Dando-se com todo mundo, há anos é o consolo e o arrimo dos aflitos e desesperados que a procuram em sua casa modesta, escondida numa pequena rua antes integrada à Vila Socorro. Soube de sua existência por seu neto Rogenildo Silva, membro do Conselho Municipal de Cultura, que me acompanha nessa visita, na véspera da Sexta-feira da Paixão, uma data magna dos cristãos. Ele a beija ao chegar. No momento, me conta, está preparando um documentário sobre a avó, após ter tomado a iniciativa de gravar em 2001 um CD que preserva algumas de suas rezas, constituindo-se em uma preciosa fonte de pesquisa etnográfica. Quer preservar sua memória e ao mesmo tempo proporcionar subsídios para estudos sobre a religiosidade popular.
Sua chegada é bem aceita por todos nessa casa de porta e janela, sala comprida, de telha vã, dois quartos, cozinha, banheiro, quintal. Sua tia Bernadete, apesar de cega, cuida da mãe e mantém a casa limpa. A cegueira, nessa família, informa Rogenildo, é genética. Ele próprio sente a necessidade consultar um especialista. Embora moço, sua vista já começa a apresentar problemas.

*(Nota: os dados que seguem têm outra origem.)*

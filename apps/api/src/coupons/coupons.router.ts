// /api/coupons: qualification tests (QA manager writes; reads scoped like welders) and certification.
import { Router, type RequestHandler } from 'express';
import { certifyInput, couponListQuery, couponRecordInput, couponUpdateInput } from '@beadroll/rules';
import type { AppDeps } from '../lib/context.js';
import { pathParam } from '../lib/params.js';
import { actorOf, requireRole } from '../lib/auth.js';
import { certifyCoupon } from '../qualifications/qualifications.service.js';
import * as coupons from './coupons.service.js';

export function couponsRouter(deps: AppDeps, requireAuth: RequestHandler): Router {
  const router = Router();
  router.use(requireAuth);

  router.get('/', async (req, res) => {
    res.json(await coupons.listCoupons(deps, actorOf(req), couponListQuery.parse(req.query)));
  });

  router.get('/:id', async (req, res) => {
    res.json(await coupons.getCoupon(deps, actorOf(req), pathParam(req, 'id')));
  });

  router.post('/', requireRole('qa_manager'), async (req, res) => {
    res.status(201).json(await coupons.createCoupon(deps, actorOf(req), couponRecordInput.parse(req.body)));
  });

  router.patch('/:id', requireRole('qa_manager'), async (req, res) => {
    res.json(
      await coupons.updateCoupon(deps, actorOf(req), pathParam(req, 'id'), couponUpdateInput.parse(req.body)),
    );
  });

  // Certifying composes the coupon with the qualifications feature.
  router.post('/:id/certify', requireRole('qa_manager'), async (req, res) => {
    res
      .status(201)
      .json(await certifyCoupon(deps, actorOf(req), pathParam(req, 'id'), certifyInput.parse(req.body)));
  });

  return router;
}
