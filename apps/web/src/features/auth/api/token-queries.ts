import { tokenInfoSchema } from '@beadroll/rules';
import { queryOptions } from '@tanstack/react-query';
import { apiRequest } from '@/lib/api-client';

export const tokenQueries = {
  all: () => ['auth', 'tokens'] as const,
  /** Who a set-password link is for; an expired or used link answers 200 with `usable: false` and why. */
  info: (token: string) =>
    queryOptions({
      queryKey: [...tokenQueries.all(), token] as const,
      queryFn: ({ signal }) =>
        apiRequest(`/api/auth/tokens/${encodeURIComponent(token)}`, tokenInfoSchema, { signal, redirectOn401: false }),
      staleTime: Infinity,
      retry: false,
    }),
};
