import { describe, expect, it } from 'vitest';
import { couponRecordInput, type CouponRecordInput } from '@beadroll/rules';
import { AppError } from '../lib/errors.js';
import { attachmentRefs, evaluateCoupon, procedureProblem, type CouponFields } from './coupon-evaluation.js';

const ids = {
  welderId: '00000000-0000-4000-8000-000000000001',
  shopId: '00000000-0000-4000-8000-000000000002',
  procedureId: '00000000-0000-4000-8000-000000000003',
};

function fields(over: Partial<CouponRecordInput> = {}): CouponFields {
  const { welderId: _w, ...rest } = couponRecordInput.parse({
    ...ids,
    testedOn: '2026-01-12',
    coupon: {
      code: 'aws-d1.1',
      process: 'FCAW',
      form: 'plate',
      weld: 'groove',
      position: '3g',
      thickness: { value: 0.375, unit: 'in' },
      backing: true,
      progression: 'uphill',
    },
    examiner: { name: 'E. Xample' },
    visual: 'accept',
    examination: { method: 'bend', criteria: 'aws-d1.1', specimens: [{ kind: 'face' }, { kind: 'root' }] },
    ...over,
  });
  return rest;
}

const bend = (
  discontinuities: {
    sizeText: string;
    size: { value: number; unit: 'in' | 'mm' };
    location?: 'surface' | 'corner';
  }[],
) => ({
  method: 'bend' as const,
  criteria: 'aws-d1.1' as const,
  specimens: [
    {
      label: 'F1',
      kind: 'face' as const,
      discontinuities: discontinuities.map((d) => ({ location: 'surface' as const, ...d })),
    },
    { label: 'R1', kind: 'root' as const },
  ],
});

const fieldsOfError = (fn: () => unknown): Record<string, string> => {
  try {
    fn();
  } catch (err) {
    if (err instanceof AppError) return err.fields ?? {};
    throw err;
  }
  throw new Error('expected a validation error');
};

describe('evaluateCoupon', () => {
  it('accepts clean specimens and stores the criteria and rules version', () => {
    const e = evaluateCoupon(fields());
    expect(e).toMatchObject({ result: 'accept', reasons: [], criteriaId: 'aws-d1.1' });
    expect(e.coupon.position).toBe('3G');
  });

  it('rejects over 1/8 in (AWS D1.1 4.9.3.3, from memory) and prefixes the reason with the specimen label', () => {
    const e = evaluateCoupon(
      fields({ examination: bend([{ sizeText: '5/32', size: { value: 5 / 32, unit: 'in' } }]) }),
    );
    expect(e.result).toBe('reject');
    expect(e.reasons[0]?.message).toMatch(/^F1 \(face\): /);
    expect(e.reasons[0]?.clause).toMatch(/D1\.1/);
  });

  it('turns the sum of small ones over 3/8 in into a reject (AWS D1.1 4.9.3.3 cumulative, from memory)', () => {
    const many = Array.from({ length: 4 }, () => ({
      sizeText: '1/8',
      size: { value: 0.125, unit: 'in' as const },
    }));
    expect(evaluateCoupon(fields({ examination: bend(many.slice(0, 3)) })).result).toBe('accept');
    expect(evaluateCoupon(fields({ examination: bend(many) })).result).toBe('reject');
  });

  it('puts a visual reject first, stops the examination there and rejects the coupon (from memory: AWS D1.1-2015 4.9.1 welder visual criteria)', () => {
    const e = evaluateCoupon(fields({ visual: 'reject' }));
    expect(e.result).toBe('reject');
    expect(e.reasons).toEqual([
      {
        clause: 'AWS D1.1 4.9.1 (2015) welder visual criteria',
        message: 'The examiner rejected the weld on visual examination.',
      },
    ]);
    expect(e.evaluation.parts.map((p) => p.kind)).toEqual(['visual']);
  });

  it('refuses a claimed verdict that differs, naming the first reason', () => {
    const f = fieldsOfError(() =>
      evaluateCoupon(
        fields({
          claimedResult: 'accept',
          examination: bend([{ sizeText: '4 mm', size: { value: 4, unit: 'mm' } }]),
        }),
      ),
    );
    expect(f.claimedResult).toMatch(/^The evaluation gives Reject, not Accept: F1 \(face\): .*\(AWS D1\.1/);
    const g = fieldsOfError(() => evaluateCoupon(fields({ claimedResult: 'reject' })));
    expect(g.claimedResult).toBe(
      'The evaluation gives Accept, not Reject: every part of the examination meets the criteria',
    );
  });

  it('reads each typed size again and refuses one the client parsed differently', () => {
    const f = fieldsOfError(() =>
      evaluateCoupon(
        fields({
          examination: bend([
            { sizeText: '1-1/4 in', size: { value: 1.25, unit: 'in' } },
            { sizeText: '3/16', size: { value: 3 / 16, unit: 'mm' } },
            { sizeText: '3,2 mm', size: { value: 3.2, unit: 'mm' } },
          ]),
        }),
      ),
    );
    expect(Object.keys(f).sort()).toEqual([
      'examination.bend.specimens.0.discontinuities.1.size',
      'examination.bend.specimens.0.discontinuities.2.sizeText',
    ]);
  });

  it('fills the OD from the pipe size (ASME B36.10M, published: NPS 6 is 6.625 in OD) and refuses an unknown size on pipe.nps', () => {
    const pipe = {
      code: 'asme-ix' as const,
      process: 'SMAW' as const,
      form: 'pipe' as const,
      weld: 'groove' as const,
      position: '6G',
      thickness: { value: 0.28, unit: 'in' as const },
      backing: false,
      fNumber: 4,
      progression: 'uphill' as const,
    };
    const e = evaluateCoupon(
      fields({
        coupon: pipe,
        pipe: { nps: '6', schedule: '40' },
        examination: {
          criteria: 'asme-ix',
          bend: { specimens: [{ kind: 'face' }, { kind: 'face' }, { kind: 'root' }, { kind: 'root' }] },
        },
      }),
    );
    expect(e.coupon.outsideDiameter).toEqual({ value: 6.625, unit: 'in' });
    const f = fieldsOfError(() =>
      evaluateCoupon(fields({ coupon: pipe, pipe: { nps: '7', schedule: '40' } })),
    );
    expect(Object.keys(f)).toEqual(['pipe.nps']);
    expect(
      Object.keys(fieldsOfError(() => evaluateCoupon(fields({ pipe: { nps: '2', schedule: '80' } })))),
    ).toEqual(['pipe']);
  });

  it('refuses a coupon the rules cannot give ranges for, with fields under coupon.', () => {
    const f = fieldsOfError(() => evaluateCoupon(fields({ coupon: { ...fields().coupon, position: '2F' } })));
    expect(Object.keys(f).length).toBeGreaterThan(0);
    for (const k of Object.keys(f)) expect(k.startsWith('coupon')).toBe(true);
  });

  it('takes the RT report\'s reject, with its reason and clause (from memory: AWS D1.1-2015 4.30.3)', () => {
    const e = evaluateCoupon(
      fields({ examination: { method: 'radiography', result: 'reject', reportNumber: 'RT-7' } }),
    );
    expect(e).toMatchObject({
      result: 'reject',
      criteriaId: null,
      reasons: [{ message: 'The examination report rejects the weld.' }],
    });
    expect(e.reasons[0]?.clause).toMatch(/AWS D1\.1 4\.30\.3/);
  });

  it('refuses a 6G pipe coupon on one face and one root bend, naming examination.bend (from memory: ASME IX QW-452.1(a), four bends for 5G and 6G)', () => {
    const f = fieldsOfError(() =>
      evaluateCoupon(
        fields({
          coupon: {
            code: 'asme-ix',
            process: 'SMAW',
            form: 'pipe',
            weld: 'groove',
            position: '6G',
            thickness: { value: 0.28, unit: 'in' },
            outsideDiameter: { value: 6.625, unit: 'in' },
            backing: false,
            progression: 'uphill',
          },
          examination: { bend: { specimens: [{ kind: 'face' }, { kind: 'root' }] } },
        }),
      ),
    );
    expect(Object.keys(f)).toEqual(['examination.bend']);
    expect(f['examination.bend']).toMatch(/QW-452\.1/);
  });
});

describe('procedureProblem and attachmentRefs', () => {
  const p = { number: '123', revision: 'B', code: 'asme-ix', processes: ['SMAW', 'GTAW'], status: 'active' };
  it('names what is wrong with the WPS', () => {
    expect(procedureProblem(p, { code: 'asme-ix', process: 'SMAW' })).toBeNull();
    expect(procedureProblem({ ...p, status: 'superseded' }, { code: 'asme-ix', process: 'SMAW' })).toBe(
      'WPS 123 rev B is superseded',
    );
    expect(procedureProblem(p, { code: 'aws-d1.1', process: 'SMAW' })).toBe(
      'WPS 123 rev B is for ASME IX, not AWS D1.1',
    );
    expect(procedureProblem(p, { code: 'asme-ix', process: 'FCAW' })).toBe(
      'WPS 123 rev B does not cover FCAW',
    );
  });
  it('lists the photo and report ids with their fields', () => {
    const id = '00000000-0000-4000-8000-00000000000a';
    expect(
      attachmentRefs(
        fields({
          examination: {
            method: 'bend',
            criteria: 'asme-ix',
            specimens: [{ kind: 'face' }, { kind: 'root', photoUploadId: id }],
          },
        }),
      ),
    ).toEqual([{ field: 'examination.bend.specimens.1.photoUploadId', id }]);
    expect(
      attachmentRefs(fields({ examination: { method: 'ultrasonic', result: 'accept', reportUploadId: id } })),
    ).toEqual([{ field: 'examination.volumetric.reportUploadId', id }]);
  });
});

Dona Maria Etelvina é a simpatia em pessoa. Sentada, perto da porta da rua, mostra-se alegre com a presença do neto, por quem diz ser louca. “Você veio, meu filho… Oh beleza!” Viúva de Antonio Félix – que ficou cego no fim da vida –, teve dezoito filhos, dos quais restam apenas dois. Ela parece ser daquelas pessoas que alcançam a longevidade ignorando a maldade humana. Por toda a vida tem se dedicado a cuidar da família, a rezar pela saúde dos outros e a fazer o bem. Durante todo o tempo de minha permanência em sua casa, ela não pára de receber visitas e oferendas trazidas por amigos e por todos aqueles que crêem dever-lhe a restituição da saúde ou algum conforto em momentos amargos da vida.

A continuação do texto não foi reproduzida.